慢性疲労症候群とは、CFSとも言われ、日常生活が送れないほどの重度の疲労感が長期間続く状態をいいます。身体的、精神的原因ともに解明されていません。病的な疲労感はいくら休息をとってもほとんど、あるいは全く改善しないのが特徴で、症状は風邪と似ていて、のどの痛み、筋肉痛、関節痛などがあり、集中力が低下し、強い疲労が何カ月も続きます。ときには短期間ですが記憶がなくなることもあります。重度の場合には、身の回りのことも出来ず、日常生活に介助が必要で、終日就床を必要とするということもあります。慢性疲労症候群の診断を確定できる検査法はなく、甲状腺疾患、精神病、アルコール依存症など、同様の症状が現れる病気を除外するために検査・診断する必要があります。 慢性疲労症候群の診断が下せるのは、薬の副作用も含め、この疲労感を説明できる明らかな原因が見つからなかった場合に限られます。

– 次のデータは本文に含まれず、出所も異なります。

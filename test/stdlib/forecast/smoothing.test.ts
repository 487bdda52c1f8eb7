import { describe, expect, it } from "vitest";
import { exponentialSmoothing, type SmoothingWeights } from "../../../stdlib/forecast/smoothing/exponentialSmoothing.ts";
import { innovationsFilter, innovationsPath, type SmoothingForm } from "../../../stdlib/forecast/smoothing/innovations.ts";
import { allowed, cases, transformed, type Case } from "./reference.ts";

type Expected = Readonly<Record<string, number | number[]>>;

function agree(c: Case<unknown, Expected>, found: Readonly<Record<string, number | ArrayLike<number>>>): void {
  for (const [field, expected] of Object.entries(c.expected)) {
    const value = found[field];
    expect(value, `${c.id} ${field}`).toBeDefined();
    const a = typeof value === "number" ? [value] : Array.from(value), b = typeof expected === "number" ? [expected] : expected;
    expect(a.length, `${c.id} ${field}`).toBe(b.length);
    const limit = allowed(c.tolerance, field, b);
    a.forEach((x, i) => expect(Math.abs(x - b[i]), `${c.id} ${field}[${i}]: ${x}, expected ${b[i]}`).toBeLessThanOrEqual(limit));
  }
}

describe("smoothing by reference (R 4.2.2 HoltWinters, statsmodels 0.13.5, numpy; see test/reference)", () => {
  type Inputs = SmoothingWeights & { horizon: number; seasonalType?: "additive" | "multiplicative" };
  it.each(cases<Inputs, Expected>("smoothing", "expSmoothing"))("$id", (c) => {
    agree(c, { ...exponentialSmoothing(transformed(c), { ...c.inputs, season: c.inputs.seasonalType }, c.inputs.horizon) });
  });

  type Ets = { horizon: number; error: string; trend?: string; seasonal?: string; phi?: number; alpha: number; beta?: number; gamma?: number; level0: number; trend0?: number; seasonal0?: number[]; period?: number };
  it.each(cases<Ets, Expected>("smoothing", "ets"))("$id", (c) => {
    const i = c.inputs, kind = (text?: string) => (text === "mul" ? "multiplicative" : text === "add" ? "additive" : "none");
    const form: SmoothingForm = { error: i.error === "mul" ? "multiplicative" : "additive", trend: kind(i.trend), season: kind(i.seasonal), length: i.period ?? 1 };
    const f = innovationsFilter(transformed(c), form, { alpha: i.alpha, beta: i.beta ?? 0, gamma: i.gamma ?? 0, phi: i.phi ?? 1, level: i.level0, trend: i.trend0 ?? 0, seasonal: Float64Array.from(i.seasonal0 ?? []) });
    const found = { fitted: f.fitted, sigma2: f.sigma2, logLik: f.logLikelihood, level: f.after.level, trend: f.after.trend, seasonal: f.after.seasonal, point: innovationsPath(form, f.after, new Float64Array(i.horizon)) };
    const { se: _se, ...rest } = c.expected;
    agree({ ...c, expected: rest }, found);
  });
});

厚生労働省の診断基準では、最低要件として「他の病気による物で無い事」「6ヶ月以上にわたる症状の持続」として診断されます。発症が急である場合、数ヶ月から数年である程度症状が改善することが多いのですが、十年〜数十年もの長い期間治癒しないケースも多く、ベッドから出られず寝たきりの状態がずっと続いている患者さんもいます。早期治療を受けた場合は予後が良く、治療を受けないで自然治癒する患者は少ない。うつ病や気分変調障害を合併すると長引く傾向があります。

慢性疲労症候群の治療

診断は、日本では厚生労働省がアメリカにならって診断基準をだしていますが、アメリカの診断基準はいまだに論議をよんでいて、その症状が他の病気によるものではなく、CFSだけによるものであると判 断するのは非常にに難しく、今のところ、はっきりした治療法がないという状態です。よって、患者個々に応じた対症療法を実施することになります。

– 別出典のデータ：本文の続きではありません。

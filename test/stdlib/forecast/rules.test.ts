import { describe, expect, it } from "vitest";
import { forecast } from "../../../stdlib/forecast/forecast.ts";
import { rule } from "../../../stdlib/forecast/rules.ts";
import { makeSeries } from "../../../stdlib/series/series.ts";
import { applySteps } from "../../../stdlib/series/steps.ts";
import { allowed, cases, referenceSeries, transformed } from "./reference.ts";

const numbered = (values: ArrayLike<number>) => makeSeries({ name: "x", values });
const monthly = (id: string) => { const { times, values } = referenceSeries(id); return makeSeries({ name: id, every: "P1M", start: times[0], values }); };

describe("rules by reference (R 4.2.2 by formula, numpy; see test/reference)", () => {
  type Inputs = { method: "mean" | "naive" | "drift" | "seasonalNaive"; horizon: number; period: number };
  it.each(cases<Inputs, { point: number[]; se: number[] }>("smoothing", "benchmark"))("$id", (c) => {
    const series = numbered(transformed(c)), { method, horizon, period } = c.inputs;
    const model = method === "mean" ? rule.average(series) : method === "naive" ? rule.naive(series) : method === "drift" ? rule.drift(series) : rule.seasonalNaive(series, period);
    const found = forecast(model, { horizon });
    for (const [field, values] of [["point", found.mean], ["se", found.se]] as const) {
      const limit = allowed(c.tolerance, field, c.expected[field]);
      c.expected[field].forEach((x, h) => expect(Math.abs(values[h] - x), `${field}[${h}]`).toBeLessThanOrEqual(limit));
    }
  });

  type Ets = { horizon: number; error: string; trend?: string; seasonal?: string; phi?: number; alpha: number; beta?: number; gamma?: number; level0: number; trend0?: number; seasonal0?: number[]; period?: number };
  it.each(cases<Ets, { point: number[]; se?: number[]; sigma2: number; logLik: number }>("smoothing", "ets"))("rule.smoothing with everything held: $id", (c) => {
    const i = c.inputs, kind = (text?: string) => (text === "mul" ? "multiplicative" : text === "add" ? "additive" : "none") as "none";
    const model = rule.smoothing(numbered(transformed(c)), { error: i.error === "mul" ? "multiplicative" : "additive", trend: kind(i.trend), season: kind(i.seasonal), length: i.period,
      damped: i.phi !== undefined, phi: i.phi, alpha: i.alpha, beta: i.beta, gamma: i.gamma, level0: i.level0, trend0: i.trend0, seasonal0: i.seasonal0 });
    const found = forecast(model, { horizon: i.horizon });
    c.expected.point.forEach((x, h) => expect(Math.abs(found.mean[h] - x)).toBeLessThanOrEqual(allowed(c.tolerance, "point", c.expected.point)));
    c.expected.se?.forEach((x, h) => expect(Math.abs(found.se[h] - x)).toBeLessThanOrEqual(allowed(c.tolerance, "se", c.expected.se ?? 0)));
    expect(model.parameters?.sigma2).toBeCloseTo(c.expected.sigma2, 6 - Math.ceil(Math.log10(c.expected.sigma2)));
    expect(model.parameters?.logLikelihood).toBeCloseTo(c.expected.logLik, 6);
  });
});

describe("smoothing with estimated weights", () => {
  it("is at a maximum: no nearby weights give a larger likelihood", () => {
    const series = numbered(referenceSeries("lakehuron").values), best = rule.smoothing(series, { trend: "additive", damped: true });
    const { alpha, beta, phi } = best.smoothing!.start;
    for (const [a, b, p] of [[0.02, 0, 0], [-0.02, 0, 0], [0, 0.02, 0], [0, -0.02, 0], [0, 0, -0.02]]) {
      // Within the region that is searched: alpha to 0.9999, beta from 0.0001 alpha, phi from 0.8 to 0.98.
      const held = { alpha: Math.min(0.9999, alpha + a), beta: Math.max(1e-4 * alpha, beta + b), phi: Math.min(0.98, Math.max(0.8, phi + p)) };
      const other = rule.smoothing(series, { trend: "additive", damped: true, ...held });
      expect(other.parameters!.logLikelihood).toBeLessThanOrEqual(best.parameters!.logLikelihood + 1e-6);
    }
  });
  it("finds the weight of R's HoltWinters when the level starts where R starts it (Nile: alpha 0.2465579, SSE 2038872)", () => {
    // R 4.2.2: HoltWinters(Nile, gamma = FALSE, beta = FALSE) starts at the first value and skips it.
    const { values } = referenceSeries("nile");
    const model = rule.smoothing(numbered(values.slice(1)), { level0: values[0] });
    expect(model.parameters!.alpha).toBeCloseTo(0.2465579, 4);
    expect(model.parameters!.sigma2 * 99).toBeCloseTo(2038872, -1);
  });
  it("knows the scale: a thousand times the data gives the same weights and a thousand times the forecasts", () => {
    const { values } = referenceSeries("usaccdeaths"), a = rule.smoothing(numbered(values), { season: "additive", length: 12 }), b = rule.smoothing(numbered(values.map((v) => 1000 * v)), { season: "additive", length: 12 });
    expect(b.parameters!.alpha).toBeCloseTo(a.parameters!.alpha, 6);
    forecast(b, { horizon: 12 }).mean.forEach((m, h) => expect(m / 1000).toBeCloseTo(forecast(a, { horizon: 12 }).mean[h], 2));
  });
  it("refuses a multiplicative season of values at or below 0, in words", () => {
    expect(() => rule.smoothing(numbered([1, 2, 0, 4, 5, 6, 7, 8, 9, 10, 11, 12]), { season: "multiplicative", length: 2 })).toThrow("value 3 is 0");
  });
  it("multiplicative bands come from paths: they widen, and the same seed gives the same limits", () => {
    const model = rule.smoothing(monthly("airline"), { trend: "additive", season: "multiplicative" });
    const a = forecast(model, { horizon: 24, levels: [0.8], seed: 3 }), b = forecast(model, { horizon: 24, levels: [0.8], seed: 3 });
    expect(a.bands[0].high).toEqual(b.bands[0].high);
    expect(a.bands[0].high[23] - a.bands[0].low[23]).toBeGreaterThan(a.bands[0].high[11] - a.bands[0].low[11]);
  });
});

describe("rules by edge", () => {
  it("a gap at the end widens the naive rule's bands, and one in a season takes the season before", () => {
    const gap = forecast(rule.naive(numbered([1, 2, 4, NaN])), { horizon: 1 });
    expect(gap.mean[0]).toBe(4);
    expect(gap.se[0]).toBeCloseTo(Math.sqrt(2 * (1 + 4) / 2), 12);
    expect(forecast(rule.seasonalNaive(numbered([1, 2, 3, NaN]), 2), { horizon: 2 }).mean).toEqual(Float64Array.of(3, 2));
  });
  it("two values, one value, none", () => {
    expect(forecast(rule.naive(numbered([1, 2])), { horizon: 1 }).se[0]).toBe(1);
    expect(() => rule.naive(numbered([1]))).toThrow("at least 2");
    expect(() => rule.drift(numbered([1, 2]))).toThrow("at least 3");
    expect(() => rule.combine([])).toThrow("at least one");
  });
  it("a constant series has bands of no width", () => {
    expect(forecast(rule.drift(numbered([5, 5, 5, 5])), { horizon: 3, levels: [0.9] }).bands[0].low).toEqual(Float64Array.of(5, 5, 5));
  });
  it("smoothing takes a constant, and whole numbers of 1e15 on a line", () => {
    expect(forecast(rule.smoothing(numbered(new Float64Array(30).fill(7)), { trend: "additive" }), { horizon: 2 }).mean).toEqual(Float64Array.of(7, 7));
    const line = forecast(rule.smoothing(numbered(Float64Array.from({ length: 40 }, (_, t) => 1e15 + t)), { trend: "additive" }), { horizon: 2 });
    expect(line.mean[1] - 1e15).toBeCloseTo(41, 0);
  });
  it("a combination lies half-way between two members, limits and all", () => {
    const s = monthly("airline"), logged = applySteps(s, [{ step: "log" }]);
    const a = rule.drift(logged), b = rule.seasonalNaive(s), c = rule.combine([a, b]);
    const [fa, fb, fc] = [a, b, c].map((m) => forecast(m, { horizon: 6, levels: [0.9] }));
    fc.bands[0].low.forEach((x, h) => expect(x).toBeCloseTo((fa.bands[0].low[h] + fb.bands[0].low[h]) / 2, 9));
    fc.mean.forEach((x, h) => expect(x).toBeCloseTo((fa.mean[h] + fb.mean[h]) / 2, 9));
  });
});
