import { describe, expect, it } from "vitest";
import { fit } from "../../../stdlib/arma/fit.ts";
import type { FitOptions } from "../../../stdlib/arma/model.ts";
import { simulate } from "../../../stdlib/arma/simulate.ts";
import { binomialRange } from "../../../stdlib/evaluation/binomialRange.ts";
import { forecast } from "../../../stdlib/forecast/forecast.ts";
import { slice } from "../../../stdlib/series/cut.ts";
import { makeSeries, type Series } from "../../../stdlib/series/series.ts";
import { applySteps } from "../../../stdlib/series/steps.ts";

const tries = 400, horizons = [1, 4, 12], levels = [0.8, 0.95];

/** A seasonal walk: shocks through the moving averages, summed at lags 1 and 12. */
function seasonalWalk(seed: number, n: number): Series {
  const w = simulate({ theta: [-0.4], seasonalTheta: [-0.6], seasonLength: 12 }, n, seed).values, y = new Float64Array(n);
  for (let t = 0; t < n; t++) y[t] = t < 13 ? 0 : w[t] + y[t - 1] + y[t - 12] - y[t - 13];
  return applySteps(makeSeries({ name: "x", values: y }), [{ step: "difference", lag: 1 }, { step: "difference", lag: 12 }]);
}

const models: readonly (readonly [string, number, (seed: number, n: number) => Series, Omit<FitOptions, "series">])[] = [
  ["AR(1)", 50, (seed, n) => simulate({ phi: [0.7], mean: 10 }, n, seed), { ar: 1, hold: { phi: [0.7], mean: 10, sigma2: 1 } }],
  ["ARMA(1,1)", 100, (seed, n) => simulate({ phi: [0.8], theta: [-0.4], mean: 5 }, n, seed), { ar: 1, ma: 1, hold: { phi: [0.8], theta: [-0.4], mean: 5, sigma2: 1 } }],
  ["(0,1,1)(0,1,1)12", 120, seasonalWalk, { ma: 1, season: { length: 12, ma: 1 }, hold: { theta: [-0.4], seasonalTheta: [-0.6], sigma2: 1 } }],
];

describe("bands of known models cover what they say (400 seeded series each)", () => {
  it.each(models)("%s", (_name, n, make, ask) => {
    const hits = horizons.map(() => levels.map(() => 0));
    for (let seed = 1; seed <= tries; seed++) {
      const all = make(seed, n + 12), lost = all.steps.length > 0 ? 13 : 0, data = all.steps[0]?.before.values ?? all.values;
      const { bands } = forecast(fit({ ...ask, series: slice(all, 0, n - lost) }), { horizon: 12, levels });
      horizons.forEach((h, i) => levels.forEach((_, j) => { const y = data[n + h - 1]; if (y >= bands[j].low[h - 1] && y <= bands[j].high[h - 1]) hits[i][j]++; }));
    }
    // Six ranges a model: each at 99.5%, so that all hold together about 97 times in 100; every draw is seeded.
    levels.forEach((level, j) => horizons.forEach((h, i) => {
      const { low, high } = binomialRange(tries, level, 0.995);
      expect(hits[i][j] / tries, `${level} at ${h}`).toBeGreaterThanOrEqual(low);
      expect(hits[i][j] / tries, `${level} at ${h}`).toBeLessThanOrEqual(high);
    }));
  });
});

まずは心身共に休養させる必要で、就業していたりすると責任感から休職を拒んでしまう患者が多く、症状を悪化ないしその後の回復も長引かせることになります。また、調子がよくなってきて早めに復職など無理をすると、症状が最悪時の状態に戻ってしまうことがあるので、療養は、徐々に確実に治していくことが大事です。
投薬治療では、抗ウイルス薬や免疫グロブリン・免疫調節剤・ビタミン剤などが使用されます。場合によっては、抗精神薬や睡眠導入剤・消炎鎮痛剤も併用されることがありますが、慢性疲労症候群の治療における安全性や有効性はまだ確立されていません。

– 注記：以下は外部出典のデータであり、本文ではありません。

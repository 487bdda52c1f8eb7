import { describe, expect, it } from "vitest";
import { normalCdf } from "../../../stdlib/distributions/normal.ts";
import { fit } from "../../../stdlib/arma/fit.ts";
import type { FitOptions } from "../../../stdlib/arma/model.ts";
import { forecast, forecasting } from "../../../stdlib/forecast/forecast.ts";
import { withPauses } from "../../../stdlib/gradual.ts";
import { drawsOf, normalPaths, pathAt, sumsOver, undoPaths } from "../../../stdlib/forecast/paths.ts";
import { factorAlong } from "../../../stdlib/forecast/predictive.ts";
import { rule } from "../../../stdlib/forecast/rules.ts";
import { makeSeries, type Series } from "../../../stdlib/series/series.ts";
import { applySteps } from "../../../stdlib/series/steps.ts";
import { referenceSeries } from "./reference.ts";

const airline = (gaps: readonly number[] = []): Series => {
  const { times, values } = referenceSeries("airline");
  return makeSeries({ name: "passengers", every: "P1M", start: times[0], values: values.map((v, t) => (gaps.includes(t) ? NaN : v)) });
};
const model = (series = airline(), more: Partial<FitOptions> = {}) =>
  fit({ series: applySteps(series, [{ step: "log" }, { step: "difference", lag: 1 }, { step: "difference", lag: 12 }]), ma: 1, season: { length: 12, ma: 1 }, ...more });

describe("sample paths", () => {
  const mean = Float64Array.of(1, 2), factor = Float64Array.of(2, 0, 1, 0.5);
  it("come in pairs that mirror each other about the mean, so that sums have exactly the mean", () => {
    const paths = normalPaths(mean, factor, 10, 3), sums = sumsOver(paths, 0, 2);
    expect(sums.reduce((a, b) => a + b, 0) / 10).toBeCloseTo(3, 12);
    expect(pathAt(paths, 0)[1] - 2).toBeCloseTo(2 - pathAt(paths, 1)[1], 12);
  });
  it("have the covariance of the factor times its transpose", () => {
    const paths = normalPaths(mean, factor, 40_000, 5), a = drawsOf(paths, 0), b = drawsOf(paths, 1);
    const cross = a.reduce((sum, x, i) => sum + (x - 1) * (b[i] - 2), 0) / 40_000;
    // The product of 2 e1 and e1 + e2 / 2 has mean 2 and variance 9.
    expect(Math.abs(cross - 2)).toBeLessThan((4 * 3) / Math.sqrt(20_000));
  });
  it("are stratified: each period has one pair in each of as many equal strata", () => {
    const paths = normalPaths(Float64Array.of(0), Float64Array.of(1), 200, 9), pairs = Array.from(drawsOf(paths, 0)).filter((_, i) => i % 2 === 0);
    expect(new Set(pairs.map((z) => Math.floor(normalCdf(z) * 100))).size).toBe(100);
  });
  it("of another seed differ, and those of the same do not", () => {
    expect(normalPaths(mean, factor, 20, 9)).toEqual(normalPaths(mean, factor, 20, 9));
    expect(normalPaths(mean, factor, 20, 10)).not.toEqual(normalPaths(mean, factor, 20, 9));
  });
  it("drawn along a sum have the same covariance, and the sum in their first number alone", () => {
    const c = Float64Array.of(4, 2, 1, 2, 3, 1, 1, 1, 2), weights = [1, 2, 0.5], f = factorAlong(c, 3, weights);
    for (let i = 0; i < 3; i++) for (let j = 0; j < 3; j++) expect([0, 1, 2, 3].reduce((sum, k) => sum + f[i * 4 + k] * f[j * 4 + k], 0)).toBeCloseTo(c[i * 3 + j], 12);
    for (let k = 1; k < 4; k++) expect([0, 1, 2].reduce((sum, i) => sum + weights[i] * f[i * 4 + k], 0)).toBeCloseTo(0, 7);
  });
  it("are undone step by step: a difference adds the value so many periods before", () => {
    const paths = undoPaths([{ undo: "exp" }, { undo: "difference", lag: 1, tail: Float64Array.of(10) }], { count: 1, horizon: 2, values: Float64Array.of(0, Math.log(2)) });
    expect([...paths.values]).toEqual([11, 13]);
  });
});

describe("simulated and calibrated bands", () => {
  it.each(["simulated", "calibrated"] as const)("%s: the pauses change nothing, and each says how far the work is", async (bands) => {
    const seen: number[] = [], options = { horizon: 6, levels: [0.8], bands, totals: [{ from: "1961-01", to: "1961-06" }] };
    const found = await withPauses(forecasting(model(), options), async ({ done, total }) => { seen.push(done / total); });
    expect(found).toEqual(forecast(model(), options));
    expect(seen.length).toBeGreaterThan(25);
    expect(seen).toEqual([...seen].sort((a, b) => a - b));
  });
  it("stop where a pause says so", async () => {
    let slices = 0;
    const stopped = withPauses(forecasting(model(), { horizon: 6, bands: "simulated" }), async () => { if (++slices === 3) throw new Error("overtaken"); });
    await expect(stopped).rejects.toThrow("overtaken");
    expect(slices).toBe(3);
  });
  it("a sample with gaps is simulated with the same gaps, also among its last values", () => {
    const { bands, median } = forecast(model(airline([30, 80, 135, 136])), { horizon: 12, levels: [0.8], bands: "simulated" });
    const whole = forecast(model(), { horizon: 12, levels: [0.8], bands: "simulated" });
    median.forEach((m, h) => expect(Math.abs(m / whole.median[h] - 1)).toBeLessThan(0.05));
    expect(bands[0].high[0] - bands[0].low[0]).toBeGreaterThan(0.5 * (whole.bands[0].high[0] - whole.bands[0].low[0]));
  });
  it("members of a combination use the same shocks: a rule combined with itself is itself", () => {
    const naive = rule.naive(airline()), options = { horizon: 4, levels: [0.8], bands: "simulated" } as const;
    expect(forecast(rule.combine([naive, naive]), options).bands[0].high).toEqual(forecast(naive, options).bands[0].high);
  });
});

describe("limits that come from draws hardly differ from seed to seed", () => {
  // By hand from 4,000 independent draws: a 5% limit would have standard error sqrt(0.05 * 0.95 / 4000) / 0.103 = 3.3% of the standard deviation.
  it("of a year's total under a log: within 1% of its standard error", () => {
    const lows = Array.from({ length: 12 }, (_, seed) => forecast(model(), { horizon: 12, levels: [0.9], totals: "year", seed }).totals[0]);
    const mean = lows.reduce((sum, t) => sum + t.bands[0].low, 0) / 12;
    lows.forEach((total) => expect(Math.abs(total.bands[0].low - mean) / total.se).toBeLessThan(0.02));
    expect(Math.sqrt(lows.reduce((sum, t) => sum + (t.bands[0].low - mean) ** 2, 0) / 11) / lows[0].se).toBeLessThan(0.01);
  });
});

describe("a gap among the last values", () => {
  it("is no hindrance to a fit, which works on the levels; a rule on the differences says where the gap is", () => {
    const found = forecast(model(airline([138])), { horizon: 12 });
    expect(found.origin).toBe("1960-12");
    expect(Number.isFinite(found.median[6])).toBe(true);
    expect(() => forecast(rule.naive(applySteps(airline([138]), [{ step: "difference", lag: 12 }])), { horizon: 3 })).toThrow("passengers has no value at 1960-07, among its last 12. Fill it first");
  });
});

インターフェロンや抗ウイルス薬を使った治療法も多く試みられていますが、ほとんどは効果が出ておらず、月見草オイルやフィッシュオイルなどのサプリメント、ビタミン剤の多量投与はよく行われますが、有益性はまだ証明されていません。また、硫酸マグネシウムの筋肉注射により病状が改善する例は少数あるようです。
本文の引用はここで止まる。